Name: rm29839			Date: 01/22/98


According to the actual Java specification, the following code would produce a compiler error:

<code>
abstract class Aclass
{
  public abstract Number giveMeANumber();
}

class ASubClass extends Aclass
{
  public Integer giveMeANumber()
  {return new Integer(8);}
}
</code>

I understand that it is an error to overload a method with an other one with the same signature but a totally different return type.
 But it’s not clear to me why we are not allowed to change the return type in this particular case, since Integer is a subclass of
 Number. If a method calling AClass.giveMeANumber() was expecting a Number object, I see no objection to giving it an Integer
 object. In fact, I see some advantage in allowing this kind of change. The following discussion gives two examples:


ADVANTAGE IN THE OVERLOADED clone() METHODS:
When implementing the clone method, it would allow us to cast the cloned object to the right type. It may help to trap some
 errors at compile time.
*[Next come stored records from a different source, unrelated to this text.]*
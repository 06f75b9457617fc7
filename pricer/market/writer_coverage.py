"""Whether the market knows the credit of a writer who may not pay, and for long enough."""

from __future__ import annotations

from collections.abc import Iterator

from pricer.contracts.book import Trade
from pricer.core.issues import Issue
from pricer.market.findings import Locate, did_you_mean, error, markets_reason, warning
from pricer.market.market import Market
from pricer.market.trade_names import writer_of


def writer_coverage(trade: Trade, market: Market, place: Locate) -> Iterator[Issue]:
    """Issues of the credit of the trade's writer; one who defaults by the value of its assets needs none."""
    writer = writer_of(trade)
    if writer is None or writer.structural is not None:
        return
    credit, here = market.credit.get(writer.name), place("writer")
    if credit is None:
        yield error(
            here,
            "no-writer-credit",
            f'writer "{writer.name}", whose hazard rates the market does not know',
            "a writer with credit spreads, or with assets and liabilities",
            markets_reason(market.rejected.get(f"credit:{writer.name}", ()))
            or f"{did_you_mean(writer.name, market.credit)}Correct the name, or add it to the credit table of the "
            "market.",
        )
        return
    last = trade.contract.payment_date
    if credit.is_extrapolated(last):
        yield warning(
            here,
            "beyond-credit",
            f'payment date {last}, after {credit.last_date}, where the spreads of writer "{writer.name}" end',
            "credit spreads that reach the payment date",
            "The last hazard rate is used beyond its date; add a longer tenor to the credit table.",
        )
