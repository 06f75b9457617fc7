"""Dividends of one underlying: a continuous yield, proportional payments and cash amounts."""

from __future__ import annotations

import math
from dataclasses import dataclass
from datetime import date

from pricer.market.calendars import year_fraction


@dataclass(frozen=True, slots=True)
class ProportionalDividend:
    """On ``ex_date`` the price falls by ``fraction`` of itself (0.02 for 2 %)."""

    ex_date: date
    fraction: float

    def __post_init__(self) -> None:
        if not 0.0 <= self.fraction < 1.0:
            raise ValueError(
                f"the dividend of {self.ex_date} must be a fraction from 0 to below 1 of the price; got {self.fraction}"
            )


@dataclass(frozen=True, slots=True)
class CashDividend:
    """On ``ex_date`` the price falls by ``amount``, in the underlying's currency, whatever the price is."""

    ex_date: date
    amount: float

    def __post_init__(self) -> None:
        if not (math.isfinite(self.amount) and self.amount >= 0.0):
            raise ValueError(f"the cash dividend of {self.ex_date} must be an amount from 0 up; got {self.amount}")


@dataclass(frozen=True, slots=True)
class Dividends:
    """``yield_rate`` is continuous, per ACT/365F year; it may hold a repo margin and be negative.

    Where a proportional and a cash dividend share an ex date, the proportional one goes first.
    """

    yield_rate: float = 0.0
    proportional: tuple[ProportionalDividend, ...] = ()
    cash: tuple[CashDividend, ...] = ()

    def __post_init__(self) -> None:
        if not math.isfinite(self.yield_rate):
            raise ValueError(f"the dividend yield must be a finite number; got {self.yield_rate}")

    def growth(self, valuation_date: date, day: date) -> float:
        """What yield and proportional dividends leave of the forward: ``exp(-q t) prod (1 - fraction)``.

        The product is over ex dates after the valuation date (whose spot is already without
        its dividend) up to and including ``day``. Cash dividends are not in it: see
        :mod:`pricer.market.affine_price`. Raises ValueError if ``day`` comes first.
        """
        if day < valuation_date:
            raise ValueError(f"{day} lies before the valuation date {valuation_date} and has no forward")
        factor = math.exp(-self.yield_rate * year_fraction(valuation_date, day))
        for dividend in self.proportional:
            if valuation_date < dividend.ex_date <= day:
                factor *= 1.0 - dividend.fraction
        return factor
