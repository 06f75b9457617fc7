"""Gates over the market as a whole: implausible or inconsistent data, used but reported."""

from __future__ import annotations

from collections.abc import Iterator
from datetime import date
from itertools import pairwise

from pricer.core.issues import Issue
from pricer.core.source import Place
from pricer.market.correlation import Repair
from pricer.market.credit import HazardCurve
from pricer.market.curves import DiscountCurve
from pricer.market.dividend_quality import dividend_gates
from pricer.market.findings import Locate, nowhere, percent, warning
from pricer.market.fx_quality import fx_gates
from pricer.market.market import Market
from pricer.market.surface_quality import surface_gates
from pricer.market.underlying import Underlying

#: Zero rates outside this range are reported.
PLAUSIBLE_ZERO_RATES = (-0.05, 0.30)
#: Continuous dividend yields, which may hold a repo margin, outside this range are reported.
PLAUSIBLE_YIELDS = (-0.05, 0.25)
#: Hazard rates above this are reported.
PLAUSIBLE_HAZARD_RATE = 0.50


def gates(market: Market, repair: Repair | None = None, place: Locate = nowhere) -> tuple[Issue, ...]:
    """Warnings about ``market``, and about the ``repair`` its correlation matrix took; errors of what cannot be used.

    ``place`` gives the cell of "valuation_date", "curve:ID", "repo:UNDERLYING", "volatility:UNDERLYING:EXPIRY",
    "dividend_yield:UNDERLYING", "dividends:UNDERLYING", "fx:EURUSD", "fx_volatilities:EURUSD", "credit:NAME" or
    "correlation:A:B", or None.
    """
    issues: list[Issue] = [*_weekend(market.valuation_date, place)]
    if repair is not None:
        issues.append(_repair(repair, place))
    for curve in market.curves.values():
        here = place(f"curve:{curve.curve_id}")
        issues.extend(_rates(curve, here))
        issues.extend(_forward_rates(curve, here))
    for name, repo in market.repo.items():
        for curve in (repo.long, repo.short):
            issues.extend(_rates(curve, place(f"repo:{name}")))
    for underlying in market.underlyings.values():
        issues.extend(_dividend_yield(underlying, place))
    issues.extend(dividend_gates(market, place))
    for surface in market.surfaces.values():
        issues.extend(surface_gates(surface, place))
    for credit in market.credit.values():
        issues.extend(_hazard_rates(credit, place))
    issues.extend(fx_gates(market, place))
    return tuple(issues)


def _weekend(day: date, place: Locate) -> Iterator[Issue]:
    if day.weekday() >= 5:
        yield warning(
            place("valuation_date"),
            "weekend-valuation",
            f"the valuation date {day}, a {'Saturday' if day.weekday() == 5 else 'Sunday'}",
            "a day on which markets close",
            "Check the date; the book is valued to it as given.",
        )


def _repair(repair: Repair, place: Locate) -> Issue:
    a, b = repair.pair
    return warning(
        place(f"correlation:{a}:{b}") or place(f"correlation:{b}:{a}"),
        "correlation-repaired",
        f"correlations that contradict each other (smallest eigenvalue {repair.smallest_eigenvalue:.3g})",
        "a positive semi-definite matrix",
        f"The nearest correlation matrix is used instead, at distance {repair.distance:.3g}; its largest change is "
        f"{a} / {b} from {repair.before:.6f} to {repair.after:.6f}. Review the correlations of this pair.",
    )


def _rates(curve: DiscountCurve, here: Place | None) -> Iterator[Issue]:
    low, high = PLAUSIBLE_ZERO_RATES
    rates = [(curve.zero_rate(day), day) for day in curve.dates]
    strange = [(rate, day) for rate, day in rates if not low <= rate <= high]
    if strange:
        rate, day = max(strange, key=lambda item: abs(item[0]))
        yield warning(
            here,
            "implausible-rate",
            f"a zero rate of {percent(rate, 2)} for {day} on curve {curve.curve_id}",
            f"zero rates between {percent(low)} and {percent(high)}",
            "Check the unit: 2.5 % is entered as 0.025. The rate is used as given.",
        )


def _forward_rates(curve: DiscountCurve, here: Place | None) -> Iterator[Issue]:
    days = (curve.valuation_date, *curve.dates)
    spans = zip(pairwise(days), pairwise(curve.times), pairwise(curve.log_discount_factors), strict=True)
    forwards = [((x - y) / (t - s), start, end) for (start, end), (s, t), (x, y) in spans]
    # Flat stretches of rounded quotes miss 0 by rounding only.
    falling = [item for item in forwards if item[0] < -1e-8]
    if falling:
        rate, start, end = min(falling)
        others = f" (and over {len(falling) - 1} other spans)" if len(falling) > 1 else ""
        yield warning(
            here,
            "negative-forward-rate",
            f"discount factors that rise from {start} to {end} on curve {curve.curve_id}, "
            f"a forward rate of {percent(rate, 2)}{others}",
            "discount factors that fall with time, unless rates are negative",
            "Check the curve's points around these dates; they are used as given.",
        )


def _dividend_yield(underlying: Underlying, place: Locate) -> Iterator[Issue]:
    (low, high), rate = PLAUSIBLE_YIELDS, underlying.dividends.yield_rate
    if not low <= rate <= high:
        yield warning(
            place(f"dividend_yield:{underlying.underlying_id}"),
            "implausible-dividend-yield",
            f"a dividend yield of {percent(rate, 1)} for {underlying.underlying_id}",
            f"dividend yields between {percent(low)} and {percent(high)}",
            "Check the unit: 2.1 % is entered as 0.021. The yield is used as given.",
        )


def _hazard_rates(credit: HazardCurve, place: Locate) -> Iterator[Issue]:
    rate, day = max(zip(credit.hazard_rates, credit.dates, strict=True))
    if rate > PLAUSIBLE_HAZARD_RATE:
        yield warning(
            place(f"credit:{credit.name}"),
            "implausible-hazard-rate",
            f"a hazard rate of {percent(rate, 1)} a year to {day} for {credit.name}",
            f"hazard rates up to {percent(PLAUSIBLE_HAZARD_RATE)}",
            "Check the unit: a spread of 120 basis points is entered as 0.012. The rates are used as given.",
        )
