"""Issues of a market or of a trade on it: worded, and put where a person can find them."""

from __future__ import annotations

from collections.abc import Callable, Iterable
from difflib import get_close_matches

from pricer.core.issues import Issue, Severity
from pricer.core.source import Place

#: Answers where a fact (a column's name, or e.g. "underlying:ID") was read, or None.
Locate = Callable[[str], Place | None]


def nowhere(_: str) -> Place | None:
    """No place is known for anything."""
    return None


def error(place: Place | None, code: str, found: str, expected: str, mend: str) -> Issue:
    """An issue that keeps a trade from being priced."""
    return _at(place, Issue(code, found, expected, mend))


def warning(place: Place | None, code: str, found: str, expected: str, mend: str) -> Issue:
    """An issue that a person should look at."""
    return _at(place, Issue(code, found, expected, mend, Severity.WARNING))


def words(names: Iterable[str], joint: str = "and") -> str:
    """``A``, ``A and B``, ``A, B and C``."""
    *first, last = names
    return f"{', '.join(first)} {joint} {last}" if first else last


def percent(value: float, digits: int = 0) -> str:
    """``2.50 %`` for 0.025 with 2 digits."""
    return f"{100.0 * value:.{digits}f} %"


def did_you_mean(name: str, known: Iterable[str]) -> str:
    """``Did you mean "X"? `` (with the space) if a known name is close, whatever its case; else nothing."""
    by_folded = {candidate.casefold(): candidate for candidate in known}
    close = get_close_matches(name.casefold(), list(by_folded), n=1, cutoff=0.6)
    return f'Did you mean "{by_folded[close[0]]}"? ' if close else ""


def markets_reason(issues: tuple[Issue, ...]) -> str:
    """Why the market refused something, short enough to stand in a trade's issue; nothing if it did not."""
    if not issues:
        return ""
    first, more = issues[0], len(issues) - 1
    place = f"{first.place()}: " if first.place() else ""
    rest = f" (and {more} more)" if more else ""
    return f"Mend the market first: {place}found {first.found}; expected {first.expected}{rest}."


def _at(place: Place | None, issue: Issue) -> Issue:
    if place is None:
        return issue
    return Issue(
        issue.code,
        issue.found,
        issue.expected,
        issue.mend,
        issue.severity,
        file=place.file,
        sheet=place.sheet,
        row=place.row,
        column=place.column,
        cell=place.cell or None,
    )
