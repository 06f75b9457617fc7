"""A gate over spots and exchange rates: they ought to lie where their own price history ends."""

from __future__ import annotations

from collections.abc import Container, Iterator
from datetime import date, timedelta

from pricer.core.issues import Issue
from pricer.core.source import Place
from pricer.market.findings import Locate, percent, warning
from pricer.market.fx import currencies_of
from pricer.market.market import Market

#: Spots of underlyings, and exchange rates, that differ by more than this from a history's last level are reported
#: (a rule of our own: larger than nearly every move of a few days).
LARGEST_SPOT_MOVE, LARGEST_FX_MOVE = 0.15, 0.10
#: Histories that end more days than this before the valuation date say nothing about its levels.
OLDEST_LEVEL = timedelta(days=7)


def level_gates(market: Market, refused: Container[str], place: Locate) -> Iterator[tuple[str, Issue]]:
    """Items in doubt ("UNDERLYING" or "fx:EURUSD") and warnings about their levels.

    ``refused`` : pairs whose rates are not used anyway. ``place`` gives the cell of "spot:UNDERLYING" or "fx:EURUSD",
    or None.
    """
    for name, (day, level) in market.quotes.last_levels.items():
        if not timedelta(0) <= market.valuation_date - day <= OLDEST_LEVEL:
            continue
        if name in market.underlyings:
            spot, here = market.underlyings[name].spot, place(f"spot:{name}")
            if _apart(spot, level) > LARGEST_SPOT_MOVE:
                mend = "Check the spot's unit and day, and whether the share was split. The spot is used as given."
                yield name, _jump(here, f"spot {spot:g} of {name}", level, day, LARGEST_SPOT_MOVE, mend)
            continue
        pair = _quoted(name, market)
        if pair is None:
            continue
        key, rate = "".join(pair), market.fx.quotes[pair]
        # The history may hold the pair the other way round; the message speaks of the pair as quoted.
        past = level if key == name else 1.0 / level
        if _apart(rate, past) > LARGEST_FX_MOVE:
            turned = _apart(1.0 / rate, past) <= LARGEST_FX_MOVE
            mend = "One of the two looks entered the wrong way round." if turned else "Check the rate and its day."
            if key not in refused:
                mend += " The rate is used as given."
            here = place(f"fx:{key}")
            yield f"fx:{key}", _jump(here, f"{key} quoted at {rate:.6g}", past, day, LARGEST_FX_MOVE, mend)


def _quoted(name: str, market: Market) -> tuple[str, str] | None:
    """The pair of that name as the fx table quotes it, either way round."""
    try:
        first, second = currencies_of(name)
    except ValueError:
        return None
    return next((pair for pair in ((first, second), (second, first)) if pair in market.fx.quotes), None)


def _apart(a: float, b: float) -> float:
    return max(a, b) / min(a, b) - 1.0


def _jump(here: Place | None, found: str, level: float, day: date, largest: float, mend: str) -> Issue:
    return warning(
        here,
        "level-against-history",
        f"{found}, where the price history has {level:.6g} on {day}",
        f"a level within {percent(largest)} of the history's last",
        mend,
    )
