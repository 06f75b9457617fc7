"""One night's market: everything a trade is priced with, frozen."""

from __future__ import annotations

from collections.abc import Mapping, Sequence
from dataclasses import dataclass, field
from datetime import date

import numpy as np
from numpy.typing import NDArray

from pricer.core.issues import Issue
from pricer.core.source import SourceFile
from pricer.market.correlation import CorrelationMatrix
from pricer.market.curves import DiscountCurve
from pricer.market.fx import FxRates
from pricer.market.joint_lognormal import JointLognormal
from pricer.market.underlying import Underlying
from pricer.market.volatility import VolatilityCurve, covariance

#: The key of :attr:`Market.rejected` under which an unusable correlation matrix is explained.
CORRELATIONS = "correlations"


class MissingMarketDataError(LookupError):
    """The market lacks what was asked of it; :func:`pricer.market.coverage.coverage` finds this beforehand."""


@dataclass(frozen=True, slots=True, eq=False)
class Market:
    """The market as it stood at the end of ``valuation_date``.

    ``curves`` is keyed by (currency, collateral), with collateral "" for the currency's
    standard curve. ``rejected`` says of underlyings and curves (by their ids) and of the
    correlation matrix (as ``CORRELATIONS``) that were given but cannot be used, why, of
    exchange rates by their pairs, and of an underlying left out of the matrix as
    ``CORRELATIONS:ID``. An underlying that lost only its volatility may stand in both
    ``underlyings`` and ``rejected``.
    """

    name: str
    valuation_date: date
    reporting_currency: str
    underlyings: Mapping[str, Underlying]
    curves: Mapping[tuple[str, str], DiscountCurve]
    correlation: CorrelationMatrix | None
    fx: FxRates
    issues: tuple[Issue, ...] = ()
    sources: tuple[SourceFile, ...] = ()
    rejected: Mapping[str, tuple[Issue, ...]] = field(default_factory=dict)

    def forward(self, underlying_id: str, day: date) -> float:
        """Forward price for ``day``, in the underlying's currency.

        Spot grown at the currency's standard curve, less dividends:
        ``spot * dividends.growth / discount_factor``. Raises :class:`MissingMarketDataError`,
        and ValueError if ``day`` lies before the valuation date.
        """
        underlying = self._underlying(underlying_id)
        growth = underlying.dividends.growth(self.valuation_date, day)
        return underlying.spot * growth / self.discount_factor(underlying.currency, "", day)

    def joint_lognormal(self, underlying_ids: Sequence[str], expiry_date: date) -> JointLognormal:
        """The joint law of the underlyings' prices on ``expiry_date``, all in one currency.

        On the valuation date itself: today's spots, without variance. Raises
        :class:`MissingMarketDataError`, and ValueError for a date before the valuation date or
        underlyings of several currencies.
        """
        currencies = sorted({self._underlying(name).currency for name in underlying_ids})
        if len(currencies) != 1:
            raise ValueError(f"a joint law needs underlyings in one currency; got {', '.join(currencies) or 'none'}")
        curves = [self._volatility(name) for name in underlying_ids]
        forwards = np.array([self.forward(name, expiry_date) for name in underlying_ids])
        return JointLognormal(forwards, covariance(curves, self._correlation(underlying_ids), expiry_date))

    def discount_factor(self, currency: str, collateral: str, day: date) -> float:
        """Value tonight of 1 unit of ``currency`` paid on ``day`` under ``collateral`` ("" for none named).

        Raises :class:`MissingMarketDataError` without such a curve, ValueError for a day before
        the valuation date.
        """
        curve = self.curves.get((currency, collateral))
        if curve is None:
            raise MissingMarketDataError(
                f'the market has no discount curve for {currency} with collateral "{collateral}"'
            )
        return curve.discount_factor(day)

    def to_reporting(self, currency: str) -> float:
        """Units of the reporting currency for one unit of ``currency``; raises MissingRate."""
        return self.fx.rate(currency, self.reporting_currency)

    def _underlying(self, underlying_id: str) -> Underlying:
        try:
            return self.underlyings[underlying_id]
        except KeyError:
            raise MissingMarketDataError(f'the market has no underlying "{underlying_id}"') from None

    def _volatility(self, underlying_id: str) -> VolatilityCurve:
        volatility = self._underlying(underlying_id).volatility
        if volatility is None:
            raise MissingMarketDataError(f'the market has no volatility for underlying "{underlying_id}"')
        return volatility

    def _correlation(self, ids: Sequence[str]) -> NDArray[np.float64]:
        if len(set(ids)) == 1:
            return np.ones((len(ids), len(ids)))
        if self.correlation is None:
            raise MissingMarketDataError("the market has no usable correlation matrix")
        missing = sorted(name for name in ids if name not in self.correlation)
        if missing:
            raise MissingMarketDataError(f"the market's correlation matrix does not hold {', '.join(missing)}")
        return self.correlation.sub(ids)
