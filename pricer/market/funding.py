"""What the desk pays for unsecured cash, and what it earns on it, above the collateral rate."""

from __future__ import annotations

from collections.abc import Sequence
from dataclasses import dataclass
from datetime import date

from pricer.market.curves import DiscountCurve
from pricer.market.two_sided import as_curves, average_forward_rate, check_order


@dataclass(frozen=True, slots=True)
class FundingCurve:
    """Spreads of the desk's own unsecured cash over the currency's standard curve, continuous per year.

    ``borrowing`` and ``lending`` are curves of spreads: their discount factors multiply those
    of the standard curve.
    """

    borrowing: DiscountCurve
    lending: DiscountCurve

    @classmethod
    def from_zero_spreads(
        cls,
        valuation_date: date,
        dates: Sequence[date],
        borrowing_spreads: Sequence[float],
        lending_spreads: Sequence[float],
        day_count: str = "ACT/365F",
    ) -> FundingCurve:
        """From continuously compounded zero spreads per year of ``day_count``, one of each per date.

        Raises ValueError unless dates increase strictly after the valuation date, spreads are
        finite, and no forward spread earned on lending exceeds the one paid on borrowing.
        """
        sides = (("borrowing", borrowing_spreads), ("lending", lending_spreads))
        borrowing, lending = as_curves("funding,", "", valuation_date, dates, sides, day_count)
        check_order(borrowing, lending, "borrowing", "lending")
        return cls(borrowing, lending)

    @property
    def last_date(self) -> date:
        """The last quoted date."""
        return self.borrowing.last_date

    def is_extrapolated(self, day: date) -> bool:
        """Whether ``day`` lies beyond the last quoted date."""
        return self.borrowing.is_extrapolated(day)

    def borrowing_spread(self, start: date, end: date) -> float:
        """Forward spread paid on borrowing from ``start`` to ``end``, continuous per year."""
        return average_forward_rate(self.borrowing, start, end)

    def lending_spread(self, start: date, end: date) -> float:
        """Forward spread earned on lending from ``start`` to ``end``, continuous per year."""
        return average_forward_rate(self.lending, start, end)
The following code give an example with the two classes above:


/* Legal, but may throw a ClassCastException at run time */
void check(AClass c)
{Float f=(Float) c.giveMeANumber();}

/* Should produce a compile time error */
void check(ASubClass c)
{Float f=(Float) c.giveMeANumber();}

If you change the return type of all clone() methods in the Java library to the right type, it seem to me that it would not break
 the backward compatibility, except in the case of obvious programming error. In those cases, this change will help to catch at 
compile time some errors which are actually caught only at run time. Nevertheless, I fully understand that you want to be very 
careful about any language change.


ADVANTAGE IN THE java.text.Format.parseObject(String) METHOD:
The java.text.NumberFormat.parse(String) method is implemented as below:

<code>
public Number parse(String text) throws ParseException {
    ParsePosition status=new ParsePosition(0);
    Number result=parse(text, status);
    if (status.index==0)
        throw new ParseException("Unparseable number: \""+text+"\"", 0);
    return result;
}
</code>

In comparison, the java.text.Format.parseObject(String) is implemented in a similar way, except that its error message is 
more general (and less explicit):

<code>
public Object parseObject(String text) throws ParseException {
    ParsePosition status=new ParsePosition(0);
    Object result=parseObject(text, status);
    if (status.index==0)
        throw new ParseException("Format.parseObject(String) failed", 0);
    return result;
}
</code>

If it was allowed to overload an "Object parse(String)" method in the Format class with the actual "Number parse(String)" 
method in the NumberFormat class, it will allow you to rename the actual "parseObject" method in the Format class to "parse", 
and to deprecate the old "parseObject" method. We would get a simpler interface and better error messages when the method 
throws a ParseException. Actually, the parseObject method has no way to produce better error messages than "Parse failed".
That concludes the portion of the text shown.